Comics creators, especially at the big companies, are believers in “reduce, reuse, recycle.” And that's good news for the characters they create! If they have any claim to fame as part of the companies’ history, then even if they die—or, worse, fail to sell comics—there’s always a decent chance someone will bring them back someday.
Except, it seems, if they’re Henri Duval.
Henri Duval is a hot-blooded Frenchman who ends up saving the king's life, which would need a lot of saving in Duval’s few pages of existence. Duval’s happy to do it, though: he’s a devoted royalist and smitten with Cecile, the king’s young female companion.
(Is she the king’s daughter? Attendant? Queen? Mistress? Unknown—there’s no historical Cecile associated with the French royal family. The authors probably meant her to be his daughter or attendant, though, since that’d give Henri a clearer shot at winning her heart.)
Duval fights to protect the king against phony musketeers. (We don’t know which king this is either, but the musketeer detail suggests Louis XIII.)
Apologies for the condition of the scans below; they’re the best available—and I wouldn’t want to hold out on you.
The faux musketeers catch and imprison Duval, though the king and Cecile escape...
...and that's the last installment of his story, which only went on for five installments, totaling six pages in length. One imagines he died in prison.
His last words? “But I don't understand.”
You've probably never heard of Monsieur Duval, but he has one of the best pedigrees a comics character could get. Jerry Siegel and Joe Shuster, the creators of Superman, created Henri first. In fact, he was their first published comic-book character—or tied for first, depending on how you count.
New Fun #6, published in 1935, included two features by Siegel and Shuster: Henri Duval and Doctor Occult, the Ghost Detective. The latter series, about a mortal paranormal investigator who used magical tools now and then, went on much longer than Duval's did. And Doctor Occult still shows up in DC Comics today.
But the Duval feature did come first in the issue, so Duval was older than his twin, even if only by a few minutes.
Siegel and Shuster used a few pen names in their early careers, as did many comics pros back then. But in their case, the record is clear. They’d go on to create other stories about heroic feds and cops (likewise forgotten, but not as firsty) before their dream project, Superman, finally sold and started to eat up all their time.
There was another wrinkle to Duval’s story, though it may feel like adding insult to injury.

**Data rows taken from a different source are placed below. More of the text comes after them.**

//! The program under test: a folder to work in, a run, and both of its streams.

// Each test program uses a part of this.
#![allow(dead_code)]

use std::path::{Path, PathBuf};
use std::process::{Command, Stdio};

use ndarray::{Array1, Array3};
use tempfile::TempDir;

/// Two lines of sodium in front of a hot star; temperature, velocity and column are open.
pub const SODIUM: &str = r#"[spectrum]
medium = "vacuum"
intensity_unit = "W m-2 sr-1 nm-1"
use_nm = [[588.0, 591.0]]

[instrument]
fwhm_nm = 0.05

[background]
temperature_K = 5800

[[cloud]]
temperature_K = 1500
velocity_km_s = { find = [-100, 100], start = 10 }
turbulence_km_s = { find = [0.5, 20], start = 3 }
[cloud.column_cm2]
"Na I" = { find = [1e9, 1e16], start = 2e12 }
"#;

/// A well-formed spectrum; what the refusals are made from.
pub const SPECTRUM: &str = "# medium: vacuum\n# intensity_unit: W m-2 sr-1 nm-1\nwavelength_nm,intensity,uncertainty\n\
    589.0,26000,100\n589.1,25000,100\n589.2,24000,100\n589.3,26000,100\n589.4,26000,100\n589.5,26000,100\n";

/// What a run left.
pub struct Outcome {
    /// The exit code.
    pub code: i32,
    /// Standard output.
    pub stdout: String,
    /// Standard error.
    pub stderr: String,
}

impl Outcome {
    /// The run succeeded; gives standard output.
    #[track_caller]
    pub fn done(self) -> String {
        assert_eq!(self.code, 0, "{}", self.stderr);
        self.stdout
    }

    /// The run succeeded with one JSON document on standard output.
    #[track_caller]
    pub fn json(self) -> serde_json::Value {
        serde_json::from_str(&self.done()).unwrap()
    }

    /// The run was refused: exit code 2, nothing on standard output, one message with these parts and a hint.
    #[track_caller]
    pub fn refused(self, parts: &[&str]) {
        assert_eq!(self.code, 2, "{}", self.stderr);
        assert_eq!(self.stdout, "");
        let message: Vec<&str> = self
            .stderr
            .lines()
            .filter(|line| !line.starts_with("note: "))
            .collect();
        assert!(message[0].starts_with("error: "), "{}", self.stderr);
        assert_eq!(self.stderr.matches("error: ").count(), 1, "{}", self.stderr);
        assert_eq!(self.stderr.matches("hint: ").count(), 1, "{}", self.stderr);
        assert_eq!(message.len(), 2, "one line and a hint: {}", self.stderr);
        for part in parts {
            assert!(
                self.stderr.contains(part),
                "{}\nwithout {part:?}",
                self.stderr
            );
        }
    }
}

/// A folder of its own in which the program runs.
pub struct Desk {
    folder: TempDir,
}

impl Desk {
    /// An empty folder.
    pub fn new() -> Self {
        Desk {
            folder: tempfile::tempdir().unwrap(),
        }
    }

    /// A folder with `s.toml` and `a.csv`: see [`SODIUM`] and [`SPECTRUM`].
    pub fn laid() -> Self {
        let desk = Desk::new();
        desk.write("s.toml", SODIUM);
        desk.write("a.csv", SPECTRUM);
        desk
    }

    /// The path of a file in the folder.
    pub fn path(&self, name: &str) -> PathBuf {
        self.folder.path().join(name)
    }

    /// Writes a file.
    pub fn write(&self, name: &str, content: impl AsRef<[u8]>) {
        std::fs::write(self.path(name), content).unwrap();
    }

    /// Reads a text file.
    pub fn read(&self, name: &str) -> String {
        std::fs::read_to_string(self.path(name)).unwrap()
    }

    /// The names of all files, sorted.
    pub fn names(&self) -> Vec<String> {
        let mut names: Vec<String> = std::fs::read_dir(self.folder.path())
            .unwrap()
            .map(|entry| entry.unwrap().file_name().into_string().unwrap())
            .collect();
        names.sort();
        names
    }

    /// The program with these arguments, ready to run.
    pub fn command(&self, arguments: &[&str]) -> Command {
        let mut command = Command::new(assert_cmd::cargo::cargo_bin!("backlit"));
        command.args(arguments).current_dir(self.folder.path());
        command.stdin(Stdio::null());
        // A program that another test starts while this one writes a file inherits it open, and its lock with it.
        command.env("HDF5_USE_FILE_LOCKING", "FALSE");
        command
    }

    /// Runs the program.
    #[track_caller]
    pub fn run(&self, arguments: &[&str]) -> Outcome {
        let output = self.command(arguments).output().unwrap();
        Outcome {
            code: output.status.code().unwrap(),
            stdout: String::from_utf8(output.stdout).unwrap(),
            stderr: String::from_utf8(output.stderr).unwrap(),
        }
    }
}

/// Writes datasets of a cube as they are given, right or wrong.
pub fn write_cube(path: &Path, wavelength_nm: &[f64], shape: (usize, usize, usize), units: &str) {
    write_cube_of(26000.0, path, wavelength_nm, shape, units);
}

/// The same with one intensity everywhere.
pub fn write_cube_of(
    intensity: f64,
    path: &Path,
    wavelength_nm: &[f64],
    shape: (usize, usize, usize),
    units: &str,
) {
    let file = hdf5::File::create(path).unwrap();
    let wavelength = file
        .new_dataset_builder()
        .with_data(&Array1::from_vec(wavelength_nm.to_vec()))
        .create("wavelength")
        .unwrap();
    attribute(&wavelength, "units", "nm");
    attribute(&wavelength, "medium", "vacuum");
    let intensity = file
        .new_dataset_builder()
        .with_data(&Array3::from_elem(shape, intensity))
        .create("intensity")
        .unwrap();
    attribute(&intensity, "units", units);
}

/// Gives a dataset a text attribute.
pub fn attribute(dataset: &hdf5::Dataset, name: &str, text: &str) {
    let text: hdf5::types::VarLenUnicode = text.parse().unwrap();
    dataset
        .new_attr::<hdf5::types::VarLenUnicode>()
        .create(name)
        .unwrap()
        .write_scalar(&text)
        .unwrap();
}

Another character named “Henri Duval” appeared in Doctor Occult, an artist who commits murders by painting his victims’ deaths. This second Duval died after one four-page installment, but his appearance shows that his creators had given up on Henri Duval and were stripping it for parts. “May as well use the name! Not like we’re gonna do anything else with it”:
Nobody argues Henri Duval was Siegel and Shuster's most compelling work. It reads like a riff on The Three Musketeers that didn’t involve much research into how royalist France looked or operated. Still, you can see the creators’ gift for adventure yarns come through on the pages, even though the condition of some scans is poor.
And Duval has the honor of introducing Siegel and Shuster to the comics-buying public. For that, the comics world, and Superman in particular, owe him a debt of gratitude.
It'd be nice for Superman to one day address the plight of his creative cousin, either by pulling off some kind of time-travel rescue...or else by just laying his ghost to rest.